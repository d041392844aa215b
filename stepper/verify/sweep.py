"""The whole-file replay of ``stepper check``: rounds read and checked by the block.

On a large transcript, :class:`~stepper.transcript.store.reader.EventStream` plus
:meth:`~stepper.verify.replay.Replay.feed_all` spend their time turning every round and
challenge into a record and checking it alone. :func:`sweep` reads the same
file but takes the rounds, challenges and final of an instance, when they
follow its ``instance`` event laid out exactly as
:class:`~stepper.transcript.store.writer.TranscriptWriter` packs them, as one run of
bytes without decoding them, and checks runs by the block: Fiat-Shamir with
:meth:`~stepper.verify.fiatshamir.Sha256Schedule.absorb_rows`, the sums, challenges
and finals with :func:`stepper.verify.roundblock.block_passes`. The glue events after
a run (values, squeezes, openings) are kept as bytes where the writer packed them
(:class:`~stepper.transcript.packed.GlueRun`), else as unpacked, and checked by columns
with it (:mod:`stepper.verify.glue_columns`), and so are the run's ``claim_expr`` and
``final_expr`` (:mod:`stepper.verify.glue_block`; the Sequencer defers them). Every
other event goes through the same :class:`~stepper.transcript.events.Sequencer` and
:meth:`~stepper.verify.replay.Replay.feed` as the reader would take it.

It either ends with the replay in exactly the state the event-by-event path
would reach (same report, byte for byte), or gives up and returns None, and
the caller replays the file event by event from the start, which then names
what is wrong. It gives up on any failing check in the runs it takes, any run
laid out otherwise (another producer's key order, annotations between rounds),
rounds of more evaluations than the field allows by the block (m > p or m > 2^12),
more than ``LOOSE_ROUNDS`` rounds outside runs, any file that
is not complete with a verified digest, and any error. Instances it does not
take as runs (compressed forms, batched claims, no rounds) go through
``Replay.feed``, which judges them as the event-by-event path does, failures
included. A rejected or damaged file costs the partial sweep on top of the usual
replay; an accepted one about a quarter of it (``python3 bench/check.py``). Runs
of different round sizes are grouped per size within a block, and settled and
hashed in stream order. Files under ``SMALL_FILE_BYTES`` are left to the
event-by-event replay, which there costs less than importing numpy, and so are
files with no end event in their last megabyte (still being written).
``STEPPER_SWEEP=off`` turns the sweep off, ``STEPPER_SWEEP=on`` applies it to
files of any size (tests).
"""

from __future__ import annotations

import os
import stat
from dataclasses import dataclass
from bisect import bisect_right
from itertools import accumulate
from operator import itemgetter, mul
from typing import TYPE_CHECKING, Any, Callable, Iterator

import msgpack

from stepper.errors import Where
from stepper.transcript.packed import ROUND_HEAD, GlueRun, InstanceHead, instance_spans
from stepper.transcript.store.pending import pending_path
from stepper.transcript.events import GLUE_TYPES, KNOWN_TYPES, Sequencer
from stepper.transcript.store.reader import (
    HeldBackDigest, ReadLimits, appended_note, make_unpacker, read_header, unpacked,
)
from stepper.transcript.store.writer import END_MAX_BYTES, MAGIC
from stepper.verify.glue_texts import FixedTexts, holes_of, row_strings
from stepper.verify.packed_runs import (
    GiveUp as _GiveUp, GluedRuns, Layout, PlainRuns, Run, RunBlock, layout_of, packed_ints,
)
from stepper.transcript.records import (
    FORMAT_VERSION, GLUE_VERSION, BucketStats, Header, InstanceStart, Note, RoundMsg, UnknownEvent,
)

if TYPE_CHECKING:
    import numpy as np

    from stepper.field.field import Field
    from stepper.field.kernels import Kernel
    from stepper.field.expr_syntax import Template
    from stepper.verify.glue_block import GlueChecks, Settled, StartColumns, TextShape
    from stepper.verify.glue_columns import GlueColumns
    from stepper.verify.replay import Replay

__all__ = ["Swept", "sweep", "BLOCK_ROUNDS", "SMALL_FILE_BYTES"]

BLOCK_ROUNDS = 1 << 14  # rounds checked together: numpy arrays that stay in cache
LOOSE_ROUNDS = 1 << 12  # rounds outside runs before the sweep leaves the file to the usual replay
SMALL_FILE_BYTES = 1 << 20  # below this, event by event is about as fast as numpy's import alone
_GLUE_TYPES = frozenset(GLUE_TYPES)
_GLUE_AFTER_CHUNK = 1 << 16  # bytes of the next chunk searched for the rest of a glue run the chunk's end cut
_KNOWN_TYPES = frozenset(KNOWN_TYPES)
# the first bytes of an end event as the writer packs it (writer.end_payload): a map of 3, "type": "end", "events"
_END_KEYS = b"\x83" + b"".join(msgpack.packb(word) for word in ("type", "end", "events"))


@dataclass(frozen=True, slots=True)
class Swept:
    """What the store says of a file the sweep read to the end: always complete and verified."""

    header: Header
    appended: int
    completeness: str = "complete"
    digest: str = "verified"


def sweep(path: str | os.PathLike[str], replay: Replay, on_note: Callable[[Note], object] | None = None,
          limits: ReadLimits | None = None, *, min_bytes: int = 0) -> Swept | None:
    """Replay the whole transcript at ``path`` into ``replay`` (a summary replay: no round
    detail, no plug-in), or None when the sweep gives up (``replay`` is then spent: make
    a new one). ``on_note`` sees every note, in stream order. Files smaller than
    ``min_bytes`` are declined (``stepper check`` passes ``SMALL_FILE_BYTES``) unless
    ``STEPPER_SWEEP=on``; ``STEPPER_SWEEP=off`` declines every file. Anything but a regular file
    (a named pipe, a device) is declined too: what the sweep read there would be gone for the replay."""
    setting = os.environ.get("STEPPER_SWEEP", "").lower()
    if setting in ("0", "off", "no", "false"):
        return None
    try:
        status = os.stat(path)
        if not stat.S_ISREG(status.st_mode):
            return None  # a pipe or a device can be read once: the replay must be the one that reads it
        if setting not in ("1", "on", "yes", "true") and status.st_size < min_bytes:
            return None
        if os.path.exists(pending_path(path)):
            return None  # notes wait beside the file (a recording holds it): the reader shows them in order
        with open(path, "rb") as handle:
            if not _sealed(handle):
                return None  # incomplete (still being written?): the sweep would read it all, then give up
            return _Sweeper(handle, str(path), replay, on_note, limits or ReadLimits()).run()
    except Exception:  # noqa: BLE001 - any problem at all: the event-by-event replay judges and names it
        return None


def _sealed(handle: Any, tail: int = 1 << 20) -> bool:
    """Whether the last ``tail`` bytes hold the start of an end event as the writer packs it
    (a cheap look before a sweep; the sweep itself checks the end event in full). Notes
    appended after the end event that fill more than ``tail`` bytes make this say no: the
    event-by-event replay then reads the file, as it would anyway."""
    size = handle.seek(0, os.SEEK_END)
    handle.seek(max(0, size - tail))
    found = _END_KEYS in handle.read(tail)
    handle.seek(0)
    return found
★ ★ ★ ★ ★ ★ ★
## WHAT THE TASK ASKS
The entries shown above must be restated word for word.

## RESULT FOR THIS TASK
repository d041392844aa215b
filename stepper/verify/sweep.py
"""The whole-file replay of ``stepper check``: rounds read and checked by the block.

On a large transcript, :class:`~stepper.transcript.store.reader.EventStream` plus
:meth:`~stepper.verify.replay.Replay.feed_all` spend their time turning every round and
challenge into a record and checking it alone. :func:`sweep` reads the same
file but takes the rounds, challenges and final of an instance, when they
follow its ``instance`` event laid out exactly as
:class:`~stepper.transcript.store.writer.TranscriptWriter` packs them, as one run of
bytes without decoding them, and checks runs by the block: Fiat-Shamir with
:meth:`~stepper.verify.fiatshamir.Sha256Schedule.absorb_rows`, the sums, challenges
and finals with :func:`stepper.verify.roundblock.block_passes`. The glue events after
a run (values, squeezes, openings) are kept as bytes where the writer packed them
(:class:`~stepper.transcript.packed.GlueRun`), else as unpacked, and checked by columns
with it (:mod:`stepper.verify.glue_columns`), and so are the run's ``claim_expr`` and
``final_expr`` (:mod:`stepper.verify.glue_block`; the Sequencer defers them). Every
other event goes through the same :class:`~stepper.transcript.events.Sequencer` and
:meth:`~stepper.verify.replay.Replay.feed` as the reader would take it.

It either ends with the replay in exactly the state the event-by-event path
would reach (same report, byte for byte), or gives up and returns None, and
the caller replays the file event by event from the start, which then names
what is wrong. It gives up on any failing check in the runs it takes, any run
laid out otherwise (another producer's key order, annotations between rounds),
rounds of more evaluations than the field allows by the block (m > p or m > 2^12),
more than ``LOOSE_ROUNDS`` rounds outside runs, any file that
is not complete with a verified digest, and any error. Instances it does not
take as runs (compressed forms, batched claims, no rounds) go through
``Replay.feed``, which judges them as the event-by-event path does, failures
included. A rejected or damaged file costs the partial sweep on top of the usual
replay; an accepted one about a quarter of it (``python3 bench/check.py``). Runs
of different round sizes are grouped per size within a block, and settled and
hashed in stream order. Files under ``SMALL_FILE_BYTES`` are left to the
event-by-event replay, which there costs less than importing numpy, and so are
files with no end event in their last megabyte (still being written).
``STEPPER_SWEEP=off`` turns the sweep off, ``STEPPER_SWEEP=on`` applies it to
files of any size (tests).
"""

from __future__ import annotations

import os
import stat
from dataclasses import dataclass
from bisect import bisect_right
from itertools import accumulate
from operator import itemgetter, mul
from typing import TYPE_CHECKING, Any, Callable, Iterator

import msgpack

from stepper.errors import Where
from stepper.transcript.packed import ROUND_HEAD, GlueRun, InstanceHead, instance_spans
from stepper.transcript.store.pending import pending_path
from stepper.transcript.events import GLUE_TYPES, KNOWN_TYPES, Sequencer
from stepper.transcript.store.reader import (
    HeldBackDigest, ReadLimits, appended_note, make_unpacker, read_header, unpacked,
)
from stepper.transcript.store.writer import END_MAX_BYTES, MAGIC
from stepper.verify.glue_texts import FixedTexts, holes_of, row_strings
from stepper.verify.packed_runs import (
    GiveUp as _GiveUp, GluedRuns, Layout, PlainRuns, Run, RunBlock, layout_of, packed_ints,
)
from stepper.transcript.records import (
    FORMAT_VERSION, GLUE_VERSION, BucketStats, Header, InstanceStart, Note, RoundMsg, UnknownEvent,
)

if TYPE_CHECKING:
    import numpy as np

    from stepper.field.field import Field
    from stepper.field.kernels import Kernel
    from stepper.field.expr_syntax import Template
    from stepper.verify.glue_block import GlueChecks, Settled, StartColumns, TextShape
    from stepper.verify.glue_columns import GlueColumns
    from stepper.verify.replay import Replay

__all__ = ["Swept", "sweep", "BLOCK_ROUNDS", "SMALL_FILE_BYTES"]

BLOCK_ROUNDS = 1 << 14  # rounds checked together: numpy arrays that stay in cache
LOOSE_ROUNDS = 1 << 12  # rounds outside runs before the sweep leaves the file to the usual replay
SMALL_FILE_BYTES = 1 << 20  # below this, event by event is about as fast as numpy's import alone
_GLUE_TYPES = frozenset(GLUE_TYPES)
_GLUE_AFTER_CHUNK = 1 << 16  # bytes of the next chunk searched for the rest of a glue run the chunk's end cut
_KNOWN_TYPES = frozenset(KNOWN_TYPES)
# the first bytes of an end event as the writer packs it (writer.end_payload): a map of 3, "type": "end", "events"
_END_KEYS = b"\x83" + b"".join(msgpack.packb(word) for word in ("type", "end", "events"))


@dataclass(frozen=True, slots=True)
class Swept:
    """What the store says of a file the sweep read to the end: always complete and verified."""

    header: Header
    appended: int
    completeness: str = "complete"
    digest: str = "verified"


def sweep(path: str | os.PathLike[str], replay: Replay, on_note: Callable[[Note], object] | None = None,
          limits: ReadLimits | None = None, *, min_bytes: int = 0) -> Swept | None:
    """Replay the whole transcript at ``path`` into ``replay`` (a summary replay: no round
    detail, no plug-in), or None when the sweep gives up (``replay`` is then spent: make
    a new one). ``on_note`` sees every note, in stream order. Files smaller than
    ``min_bytes`` are declined (``stepper check`` passes ``SMALL_FILE_BYTES``) unless
    ``STEPPER_SWEEP=on``; ``STEPPER_SWEEP=off`` declines every file. Anything but a regular file
    (a named pipe, a device) is declined too: what the sweep read there would be gone for the replay."""
    setting = os.environ.get("STEPPER_SWEEP", "").lower()
    if setting in ("0", "off", "no", "false"):
        return None
    try:
        status = os.stat(path)
        if not stat.S_ISREG(status.st_mode):
            return None  # a pipe or a device can be read once: the replay must be the one that reads it
        if setting not in ("1", "on", "yes", "true") and status.st_size < min_bytes:
            return None
        if os.path.exists(pending_path(path)):
            return None  # notes wait beside the file (a recording holds it): the reader shows them in order
        with open(path, "rb") as handle:
            if not _sealed(handle):
                return None  # incomplete (still being written?): the sweep would read it all, then give up
            return _Sweeper(handle, str(path), replay, on_note, limits or ReadLimits()).run()
    except Exception:  # noqa: BLE001 - any problem at all: the event-by-event replay judges and names it
        return None


def _sealed(handle: Any, tail: int = 1 << 20) -> bool:
    """Whether the last ``tail`` bytes hold the start of an end event as the writer packs it
    (a cheap look before a sweep; the sweep itself checks the end event in full). Notes
    appended after the end event that fill more than ``tail`` bytes make this say no: the
    event-by-event replay then reads the file, as it would anyway."""
    size = handle.seek(0, os.SEEK_END)
    handle.seek(max(0, size - tail))
    found = _END_KEYS in handle.read(tail)
    handle.seek(0)
    return found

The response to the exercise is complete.